Process shrinks often bring with them some nice benefits, because smaller chips tend to require less voltage, consume less power, and generate less heat. They also sometimes allow more headroom for clock frequency increases. The question is: how is AMD doing on these fronts? What benefits does its 65nm process bring to the Athlon 64 X2? Let's have a look.
The Athlon 64 X2 at 65nm: Less of the same
First things first: the Athlon 64 X2's conversion to 65nm is a die shrink and not much more than that. AMD says these chips ought to perform just like their counterparts at 90nm, so one shouldn't expect any notable performance improvements. The company does have microarchitectural improvements planned for its so-called "K8L" design, which is expected to debut around the middle of next year.
Between now and then, AMD will reap two main benefits from this conversion. First, the chips themselves are smaller, down from 183mm² at 90nm to 126mm² at 65nm. The 65nm and 90nm versions share the same estimated transistor count of 153.8 million. Second, these processors are manufactured exclusively at AMD's Fab 36 facility using 300mm wafers. These wafers have 2.25 times the area of the 200mm wafers produced at AMD's adjacent Fab 30 facility. Taken together, the smaller chips and larger wafers should make for much lower per-chip production costs, provided AMD is able to get good yields out of its 65nm process. That cost savings is especially crucial because Intel has had multiple fabs producing 65nm chips on 300mm wafers for quite some time now.
The two 65nm Athlon 64 X2 processors we received for testing are the 4800+ and 5000+ models, both intended for Socket AM2 motherboards. Although nothing much has changed in terms of CPU performance at 65nm, the transition gives AMD an opening to jack with its CPU model numbers, and of course, it didn't let the opportunity pass without action. These processors have the ability to support half-step multipliers, so clock frequencies can now be controlled in 100MHz increments.

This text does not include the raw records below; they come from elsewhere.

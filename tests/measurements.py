"""Invented measurements, for tests of what is written and shown."""

from dataclasses import replace

import numpy as np

from sheenmap.flags import AMBIGUOUS, AT_LIMIT, BY_CONTINUITY, OFF_CURVE, OUTSIDE, SATURATED, WEAK, is_blocked
from sheenmap.measure import BudgetLine, Measurement
from sheenmap.uniformity import Tolerance, judge, nonuniformity, read_sites, statistics
from sheenmap.wafer import Disc, Region, SiteSpec, site_positions

ORDER_STEP_NM = 188.0
TOLERANCE = Tolerance(target_nm=500, plus_nm=10, minus_nm=10, nonuniformity_percent=1.5)


def oxide_wafer(*, width: int = 640, height: int = 520, seed: int = 7, with_candidates: bool = True) -> Measurement:
    """A 200 mm wafer with a bowl of some 8 nm, a scratch, dust, a clipped clamp, an undecided patch and a weak band."""
    rng = np.random.default_rng(seed)
    y, x = np.mgrid[:height, :width].astype(float)
    centre, radius = ((width - 1) / 2, (height - 1) / 2), 0.44 * min(width, height)
    u, v = (x - centre[0]) / radius, (y - centre[1]) / radius
    r = np.hypot(u, v)
    flags = np.zeros((height, width), np.uint16)
    flags[r > 0.97] |= OUTSIDE.mask
    inside = flags == 0
    truth = 498 + 6 * r**2 + 1.5 * u - 2 * v
    sigma = (0.8 + 0.5 * r + 1.2 * np.exp(-(((v + 0.55) / 0.12) ** 2))).astype(np.float32)
    thickness = (truth + sigma * rng.normal(size=truth.shape)).astype(np.float32)
    flags[inside & (np.abs(v + 0.55) < 0.12)] |= WEAK.mask
    flags[inside & (np.abs(u - 0.35 * v - 0.2) < 0.006) & (np.abs(v) < 0.5)] |= OFF_CURVE.mask
    for dust_u, dust_v in rng.uniform(-0.65, 0.65, size=(14, 2)):
        flags[inside & (np.hypot(u - dust_u, v - dust_v) < 0.012)] |= OFF_CURVE.mask
    flags[inside & (np.hypot(u + 0.95, v) < 0.09)] |= SATURATED.mask
    patch = inside & (np.hypot((u + 0.35) / 1.4, v - 0.35) < 0.16)
    flags[patch] |= AMBIGUOUS.mask
    flags[inside & (r > 0.85) & (np.arctan2(v, u) > 2.2)] |= BY_CONTINUITY.mask
    flags[inside & (np.hypot(u - 0.1, v - 0.93) < 0.03)] |= AT_LIMIT.mask
    candidates, odds = _candidates(truth, flags, patch)
    blocked = is_blocked(flags)
    residual = rng.chisquare(2, size=truth.shape).astype(np.float32) / 2
    residual[(flags & OFF_CURVE.mask) != 0] = 25
    residual[~inside] = np.nan
    preview = _photo(truth, inside, flags, rng)
    thickness[blocked] = np.nan
    sigma[blocked & ~patch] = np.nan
    mm_per_px = 100 / radius
    region = Region(
        inside=inside, origin_px=centre, mm_per_px=mm_per_px, edge_exclusion_mm=3,
        disc=Disc(x_px=centre[0], y_px=centre[1], radius_px=radius, u_px=0.04, notch_deg=270.0),
    )  # fmt: skip
    return _told(region, thickness, sigma, flags, residual, preview, (candidates, odds) if with_candidates else (None, None))


def nothing_claimed() -> Measurement:
    """The same wafer where no colour lies on the curve."""
    found = oxide_wafer(width=160, height=120, with_candidates=False)
    flags = found.flags | np.where(found.region.inside, OFF_CURVE.mask, 0).astype(np.uint16)
    empty = np.full(found.flags.shape, np.nan, np.float32)
    sentence = "Nothing is claimed: 100 % of the region is off the curve; the recipe may name another film, lamp or encoding."
    return replace(
        found, thickness_nm=empty, sigma_nm=empty, flags=flags, sentence=sentence, is_measured=False, sites=(), verdict=None,
        nonuniformity_percent={}, statistics=statistics(empty, empty, flags, found.region.inside),
    )  # fmt: skip


def _candidates(truth, flags, patch):
    candidates = np.full((2, *truth.shape), np.nan, np.float32)
    odds = np.full((2, *truth.shape), np.nan, np.float32)
    ring = (flags & BY_CONTINUITY.mask) != 0
    candidates[0][patch], candidates[1][patch] = truth[patch], truth[patch] - ORDER_STEP_NM
    odds[0][patch], odds[1][patch] = 0.55, 0.45
    candidates[0][ring], odds[0][ring] = truth[ring] - ORDER_STEP_NM, 0.02
    return candidates, odds


def _photo(truth, inside, flags, rng):
    """Some interference colours; nothing is read from them."""
    wavelengths = np.array([610.0, 545.0, 460.0])
    signal = 0.42 - 0.3 * np.cos(4 * np.pi * 1.46 * truth[..., None] / wavelengths)
    signal = np.where(inside[..., None], signal, 0.03)
    signal[(flags & OFF_CURVE.mask) != 0] = 0.55
    signal[(flags & SATURATED.mask) != 0] = 1.0
    return np.clip(255 * np.maximum(signal + 0.008 * rng.normal(size=signal.shape), 0) ** 0.7, 0, 255).astype(np.uint8)


def _told(region, thickness, sigma, flags, residual, preview, others):
    sites = site_positions(SiteSpec(layout="rings-49", radius_mm=2.0), region)
    readings = read_sites(thickness, sigma, flags, sites, 0.9)
    found = statistics(thickness, sigma, flags, region.inside, 0.9)
    values = [reading.thickness_nm for reading in readings if reading.thickness_nm is not None]
    share = 100 * found.claimed / found.pixels
    return Measurement(
        title="500 nm field oxide, inspection bench 2",
        thickness_nm=thickness, sigma_nm=sigma, flags=flags, residual=residual, preview=preview, preview_scale=1.0, region=region,
        statistics=found, candidates_nm=others[0], candidate_odds=others[1], sites=readings,
        nonuniformity_percent={"half-range over mean": nonuniformity(values, "half-range over mean")},
        verdict=judge(TOLERANCE, readings, found, u_common_nm=0.9),
        budget=(
            BudgetLine(name="noise of a pixel", u_nm=1.2, shared=False, note="estimated from the photograph"),
            BudgetLine(name="film index", u_nm=0.7, shared=True, note="index_scale 1.000 with u 0.0014"),
            BudgetLine(name="lamp and camera", u_nm=0.5, shared=True, note="colour_u 0.5 %"),
            BudgetLine(name="angle of view", u_nm=0.25, shared=True, note="u 0.5 degrees"),
        ),
        u_common_nm=0.9,
        sentence=f"{found.median_nm:.1f} nm in the middle of the map (u {0.9:.1f} nm); {share:.1f} % of the region is claimed.",
        notes=(
            "The shading left after the blank is 0.6 %, found from the photograph.",
            "The darkest colour that the film can have is reached: no stray light beyond 0.3 % is seen.",
        ),
        history=("read photo.png: 640 x 520, 8 bits", "decoded: linear", "dark frame taken off", "divided by the blank"),
        provenance={"version": "0.1.0", "recipe_sha256": "5f" * 32, "photo": "photo.png", "photo_sha256": "a1" * 32},
    )  # fmt: skip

Combine this ability with AMD's apparent determination to kill off or at least significantly reduce the number of Athlon 64 X2 processors with 1MB of L2 cache per core, and you have a recipe for a substantially revised set of model numbers. The new lineup of Athlon 64 X2 models at 65nm looks like so:
|Clock speed||L2 cache|
|Athlon 64 X2 4000+||2.1GHz||512KB||65 W||$169|
|Athlon 64 X2 4400+||2.3GHz||512KB||65 W||$214|
|Athlon 64 X2 4800+||2.5GHz||512KB||65 W||$271|
|Athlon 64 X2 5000+||2.6GHz||512KB||65 W||$301|
Notice that all of the Athlon 64 X2 chips at 65nm have a thermal design power (TDP) rating of 65W, down from 89W for standard-issue Athlon 64 X2s at 90nm. The range of recommended core voltages is also lower, from 1.30-1.35V at 90nm to 1.25-1.35V at 65nm. Due to the lower TDP rating, these processors get the same "Energy Efficient" label that AMD previously reserved for specially manufactured 90nm parts. So the full, official name of the 5000+ CPU we're testing is "Athlon 64 X2 5000+ Energy Efficient," burdened with four last names like a second-generation feminist. (What was that, Mr. Snerdley?) Fortunately, none of the 65W Energy Efficient models carry a premium any longer, so the 65nm parts are priced identically to their 89W/90nm counterparts.

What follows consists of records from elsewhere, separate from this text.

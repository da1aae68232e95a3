import numpy as np
import pytest

from sheenmap.charts.repeats import MOST_NODES, find_repeats


def circle(turns, count, *, radius=40.0):
    """A curve that goes round in hue at one lightness."""
    phase = 2 * np.pi * turns * np.linspace(0, 1, count)
    return np.stack([np.full(count, 50.0), radius * np.cos(phase), radius * np.sin(phase)], axis=-1)


def test_a_straight_curve_never_repeats():
    lab = np.stack([np.linspace(10, 90, 200), np.zeros(200), np.zeros(200)], axis=-1)
    look_alikes, repeats = find_repeats(lab, np.arange(200.0), 2.0, apart_nm=10.0)
    assert repeats == ()
    assert set(look_alikes) == {()}


def test_on_the_second_turn_each_colour_is_that_of_the_first():
    thickness_nm = np.arange(401.0)
    look_alikes, _ = find_repeats(circle(2, 401), thickness_nm, 2.0, apart_nm=30.0)
    assert look_alikes[50] == pytest.approx((250.0,))
    assert look_alikes[350] == pytest.approx((150.0,))


def test_where_two_turns_cross_there_is_one_repeat():
    lab = circle(2, 401)
    lab[:, 0] += 0.2 * (np.arange(401) - 200) * np.sign(np.arange(401) - 200)  # lightness meets again at one pair only
    lab[:, 0] += np.where(np.arange(401) > 200, -30.0, 0.0)
    _, repeats = find_repeats(lab, np.arange(401.0), 3.0, apart_nm=50.0)
    assert len(repeats) == 1
    assert repeats[0].other_nm - repeats[0].one_nm == pytest.approx(200, abs=3)


def test_a_slow_change_is_no_repeat():
    lab = np.stack([50 + np.linspace(0, 1, 100), np.zeros(100), np.zeros(100)], axis=-1)
    look_alikes, repeats = find_repeats(lab, np.arange(100.0), 3.0, apart_nm=5.0)
    assert repeats == ()
    assert set(look_alikes) == {()}


def test_the_most_alike_come_first():
    rng = np.random.default_rng(7)
    lab = circle(3, 301) + rng.normal(0, 0.3, (301, 3))
    _, repeats = find_repeats(lab, np.arange(301.0), 3.0, apart_nm=20.0)
    differences = [repeat.de00 for repeat in repeats]
    assert len(differences) > 1
    assert differences == sorted(differences)


def test_a_long_curve_is_compared_on_fewer_nodes_and_still_answers_for_each():
    count = 2 * MOST_NODES + 1
    thickness_nm = np.arange(count) * 0.5
    look_alikes, _ = find_repeats(circle(2, count), thickness_nm, 2.0, apart_nm=100.0)
    assert len(look_alikes) == count
    assert look_alikes[801] == pytest.approx((thickness_nm[801] + thickness_nm[-1] / 2,), abs=2.0)


def test_a_curve_that_trembles_in_place_never_repeats():
    lab = np.array([50.0, 20.0, 20.0]) + np.random.default_rng(8).normal(0, 0.2, (200, 3))
    _, repeats = find_repeats(lab, np.arange(200.0), 3.0, apart_nm=5.0)
    assert repeats == ()


def test_no_two_repeats_stand_beside_each_other():
    lab = circle(2, 401) + np.random.default_rng(9).normal(0, 0.3, (401, 3))
    _, repeats = find_repeats(lab, np.arange(401.0), 3.0, apart_nm=40.0)
    assert len(repeats) > 2
    ends = np.array([(repeat.one_nm, repeat.other_nm) for repeat in repeats])
    distance = np.abs(ends[:, None] - ends[None]).max(axis=-1)
    assert distance[~np.eye(len(ends), dtype=bool)].min() >= 40.0
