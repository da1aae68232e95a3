"""A small set-up, built by hand: oxide on silicon under a white LED."""

from dataclasses import replace
from pathlib import Path

import pytest

from sheenmap.camera import Encoding
from sheenmap.catalogue import camera, lamp, material
from sheenmap.charts import chart_data
from sheenmap.optics import Layer, Stack
from sheenmap.recipe.types import CameraSetup, Quantity, Recipe, Shot, ViewSetup
from sheenmap.wafer import RegionSpec


def build(film="SiO2", substrate="Si", *, search_nm=(0.0, 600.0), light="LED-B3", blank=True, title="a bench", **view):
    base = material(substrate)
    medium = material("air")
    stack = Stack(medium=medium, layers=(Layer(index=material(film), thickness_nm=None, name="film"),), substrate=base)
    surface = Stack(medium=medium, layers=(), substrate=base) if blank else None
    setup = CameraSetup(response=camera("generic"), encoding=Encoding(), blank_surface=surface)
    shot = Shot(light=lamp(light), camera=setup, view=replace(ViewSetup(), **view))
    return Recipe(
        path=Path("bench.toml"), title=title, text="", digest="0123456789abcdef" * 4, stack=stack, search_nm=search_nm,
        index_scale=Quantity(value=1.0), shots=(shot,), region=RegionSpec(),
    )  # fmt: skip


@pytest.fixture(scope="session")
def bench():
    return build


@pytest.fixture(scope="session")
def oxide():
    return build()


@pytest.fixture(scope="session")
def chart(oxide):
    return chart_data(oxide, step_nm=2.0)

A trio of late 90-nano additions, too
We'd be remiss not to point out the addition of a few new 90nm models to the Athlon 64 lineup, as well. AMD has stealthily slipped these into its product mix, just below the Athlon 64 FX-62 and just above the 5000+. They are:
|Clock speed||L2 cache|
|Athlon 64 X2 5600+||2.8GHz||1MB||89 W||$505|
|Athlon 64 X2 5400+||2.8GHz||512KB||89 W||$485|
|Athlon 64 X2 5200+||2.6GHz||1MB||89 W||$403|
Unfortunately, we don't have any samples of the 5600+, 5400+, or 5200+ for testing, so that will have to wait for another day.